Racial composition as of the 2020 census
| Race | Number | Percent |
|---|---|---|
| White | 180 | 91.4% |
| Black or African American | 1 | 0.5% |
| American Indian and Alaska Native | 0 | 0.0% |
| Asian | 0 | 0.0% |
| Native Hawaiian and Other Pacific Islander | 0 | 0.0% |
| Some other race | 1 | 0.5% |
| Two or more races | 15 | 7.6% |
| Hispanic or Latino (of any race) | 5 | 2.5% |

===2000 census===
As of the census of 2000, there were 230 people, 115 households, and 71 families residing in the town. The population density was 746.3 PD/sqmi. There were 149 housing units at an average density of 483.5 /sqmi. The racial makeup of the town was 96.09% White, 1.30% Native American, 0.43% Asian, and 2.17% from two or more races. Hispanic or Latino of any race were 0.43% of the population.

There were 115 households, out of which 18.3% had children under the age of 18 living with them, 55.7% were married couples living together, 4.3% had a female householder with no husband present, and 37.4% were non-families. 35.7% of all households were made up of individuals, and 24.3% had someone living alone who was 65 years of age or older.
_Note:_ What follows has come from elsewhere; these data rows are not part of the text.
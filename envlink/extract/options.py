"""Parsing and validation of the string options of :func:`envlink.attach`.

The forms are those of the ``envlink attach`` command (DESIGN.md §4): statistics
(``mean``, ``quantile:0.9``, ``above:29``, ``degree-days:28``, ``anomaly``, ``mmm``,
``dhw-max`` ...), windows (``period``, ``lag:3M``, ``before-start:90D`` ...), spatial
rules (``nearest``, ``bilinear``, ``nearest-valid:25km``, ``buffer:50km``,
``polygon``) and baselines (``1985-2012``). Bad values raise
:class:`envlink.errors.InputError` with the project's parameter message.
"""

from __future__ import annotations

import math
import re
from dataclasses import dataclass

from envlink._util import did_you_mean
from envlink.errors import InputError, param_error

__all__ = [
    "StatSpec",
    "WindowSpec",
    "SpatialSpec",
    "parse_stat",
    "parse_window",
    "parse_spatial",
    "parse_baseline",
    "STATS",
    "WINDOWS",
    "RULES",
]

CALLER = "attach"
STATS = ("mean", "min", "max", "sum", "std", "quantile", "above", "degree-days", "anomaly", "mmm", "dhw-max")
WINDOWS = ("period", "lag", "before-start", "after-end", "around-mid")
RULES = ("nearest", "bilinear", "nearest-valid", "buffer", "polygon")
_STAT_ALLOWED = (
    "one of 'mean', 'min', 'max', 'sum', 'std', 'quantile:Q' (0 <= Q <= 1), 'above:T', "
    "'degree-days:T', 'anomaly', 'mmm', 'dhw-max'"
)
_WINDOW_ALLOWED = (
    "'period' or one of 'lag', 'before-start', 'after-end', 'around-mid' followed by "
    "':N' and a unit D, M or Y (e.g. 'lag:3M')"
)
_RULE_ALLOWED = (
    "one of 'nearest', 'bilinear', 'nearest-valid:Dkm', 'buffer:Rkm', 'polygon' "
    "(D, R positive distances in km)"
)


@dataclass(frozen=True)
class StatSpec:
    """A parsed statistic: its kind and its parameter (quantile or threshold)."""

    kind: str
    q: float | None = None
    threshold: float | None = None

    def label(self) -> str:
        """The canonical text form, e.g. ``'above:29'``."""
        if self.kind == "quantile":
            return f"quantile:{self.q:g}"
        if self.kind in ("above", "degree-days"):
            return f"{self.kind}:{self.threshold:g}"
        return self.kind


@dataclass(frozen=True)
class WindowSpec:
    """A parsed window: its kind and its length ``n`` in ``unit`` (D, M or Y)."""

    kind: str
    n: int = 0
    unit: str = "D"

    def label(self) -> str:
        """The canonical text form, e.g. ``'lag:3M'``."""
        return self.kind if self.kind == "period" else f"{self.kind}:{self.n}{self.unit}"


@dataclass(frozen=True)
class SpatialSpec:
    """A parsed spatial rule and its distance in km (nearest-valid, buffer)."""

    kind: str
    km: float | None = None

    def label(self) -> str:
        """The canonical text form, e.g. ``'buffer:50km'``."""
        return f"{self.kind}:{self.km:g}km" if self.km is not None else self.kind


def _choice_error(param: str, allowed: str, value: object, kind: str, choices: tuple[str, ...]) -> InputError:
    err = param_error(param, CALLER, allowed, value)
    return InputError(str(err) + did_you_mean(kind, choices))


def _number(text: str) -> float | None:
    try:
        x = float(text)
    except (TypeError, ValueError):
        return None
    return x if math.isfinite(x) else None


def parse_stat(stat: str | StatSpec, threshold: float | None = None) -> StatSpec:
    """Parse a statistic; ``threshold`` may give T for ``above`` / ``degree-days``.

    Examples
    --------
    >>> parse_stat("quantile:0.9")
    StatSpec(kind='quantile', q=0.9, threshold=None)
    >>> parse_stat("above", threshold=29).label()
    'above:29'
    """
    if isinstance(stat, StatSpec):
        return stat
    if not isinstance(stat, str):
        raise param_error("stat", CALLER, _STAT_ALLOWED, stat)
    kind, _, arg = stat.strip().lower().partition(":")
    if kind not in STATS:
        raise _choice_error("stat", _STAT_ALLOWED, stat, kind, STATS)
    if kind == "quantile":
        q = _number(arg)
        if q is None or not 0.0 <= q <= 1.0:
            raise param_error("stat", CALLER, "'quantile:Q' with Q a number from 0 to 1", stat)
        return StatSpec(kind, q=q)
    if kind in ("above", "degree-days"):
        t = _number(arg) if arg else (float(threshold) if threshold is not None else None)
        if t is None:
            raise param_error(
                "stat", CALLER, f"'{kind}:T' with T a threshold in the grid's units (or threshold=T)", stat
            )
        return StatSpec(kind, threshold=t)
    if arg:
        raise param_error("stat", CALLER, f"{kind!r} without a ':' argument", stat)
    return StatSpec(kind)


def parse_window(window: str | WindowSpec) -> WindowSpec:
    """Parse a window.

    Examples
    --------
    >>> parse_window("lag:3M")
    WindowSpec(kind='lag', n=3, unit='M')
    """
    if isinstance(window, WindowSpec):
        return window
    if not isinstance(window, str):
        raise param_error("window", CALLER, _WINDOW_ALLOWED, window)
    text = window.strip().lower()
    if text == "period":
        return WindowSpec("period")
    kind, _, arg = text.partition(":")
    if kind not in WINDOWS:
        raise _choice_error("window", _WINDOW_ALLOWED, window, kind, WINDOWS)
    m = re.fullmatch(r"\s*(\d+)\s*([dmy])\s*", arg)
    if not m or int(m.group(1)) <= 0:
        raise param_error("window", CALLER, _WINDOW_ALLOWED + " with N a positive whole number", window)
    return WindowSpec(kind, int(m.group(1)), m.group(2).upper())


def parse_spatial(spatial: str | SpatialSpec) -> SpatialSpec:
    """Parse a spatial rule.

    Examples
    --------
    >>> parse_spatial("nearest-valid:25km")
    SpatialSpec(kind='nearest-valid', km=25.0)
    """
    if isinstance(spatial, SpatialSpec):
        return spatial
    if not isinstance(spatial, str):
        raise param_error("spatial", CALLER, _RULE_ALLOWED, spatial)
    kind, _, arg = spatial.strip().lower().partition(":")
    if kind not in RULES:
        raise _choice_error("spatial", _RULE_ALLOWED, spatial, kind, RULES)
    if kind in ("nearest-valid", "buffer"):
        km = _number(arg[:-2] if arg.endswith("km") else arg)
        if km is None or km <= 0:
            raise param_error("spatial", CALLER, f"'{kind}:Dkm' with D a positive distance in km", spatial)
        return SpatialSpec(kind, km)
    if arg:
        raise param_error("spatial", CALLER, f"{kind!r} without a ':' argument", spatial)
    return SpatialSpec(kind)


def parse_baseline(baseline: str | tuple[int, int] | None) -> tuple[int, int] | None:
    """Parse ``'YYYY-YYYY'`` (inclusive years) or a pair of years; None stays None.

    Examples
    --------
    >>> parse_baseline("1985-2012")
    (1985, 2012)
    """
    if baseline is None:
        return None
    if isinstance(baseline, tuple | list) and len(baseline) == 2:
        y0, y1 = int(baseline[0]), int(baseline[1])
    else:
        m = re.fullmatch(r"\s*(\d{4})\s*[-/]\s*(\d{4})\s*", str(baseline))
        if not m:
            raise param_error("baseline", CALLER, "two years 'YYYY-YYYY' (inclusive)", baseline)
        y0, y1 = int(m.group(1)), int(m.group(2))
    if y1 < y0:
        raise param_error("baseline", CALLER, "two years 'YYYY-YYYY' with the first not after the second", baseline)
    return y0, y1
The average household size was 2.00 and the average family size was 2.57.

In the town, the population was spread out, with 16.5% under the age of 18, 3.0% from 18 to 24, 24.3% from 25 to 44, 26.1% from 45 to 64, and 30.0% who were 65 years of age or older. The median age was 50 years. For every 100 females, there were 96.6 males. For every 100 females age 18 and over, there were 95.9 males.

The median income for a household in the town was $28,393, and the median income for a family was $31,250. Males had a median income of $25,000 versus $18,250 for females. The per capita income for the town was $15,024. About 2.7% of families and 5.3% of the population were below the poverty line, including none of those under the age of 18 and 9.0% of those 65 or over.

==Economy==
Jet's economy has been based on farming since its inception. The main products are wheat, livestock, and poultry.

Tourism has bolstered the economy since the Great Salt Plains National Wildlife Refuge was established in 1930. Jet is also the closest town to Great Salt Plains Lake and Great Salt Plains State Park just to the northwest.

==Education==
Jet-Nash High School served Jet up until 2013, when the school folded due to a lack of sufficient funds. Jet is currently a part of Timberlake Regional School District, which also serves the towns of Nash, Nescatunga, Goltry, and Helena. The elementary school is located in Jet in the building that used to be Jet-Nash High School, and the high school, Timberlake High School, is located in Helena, about 13 miles south of Jet.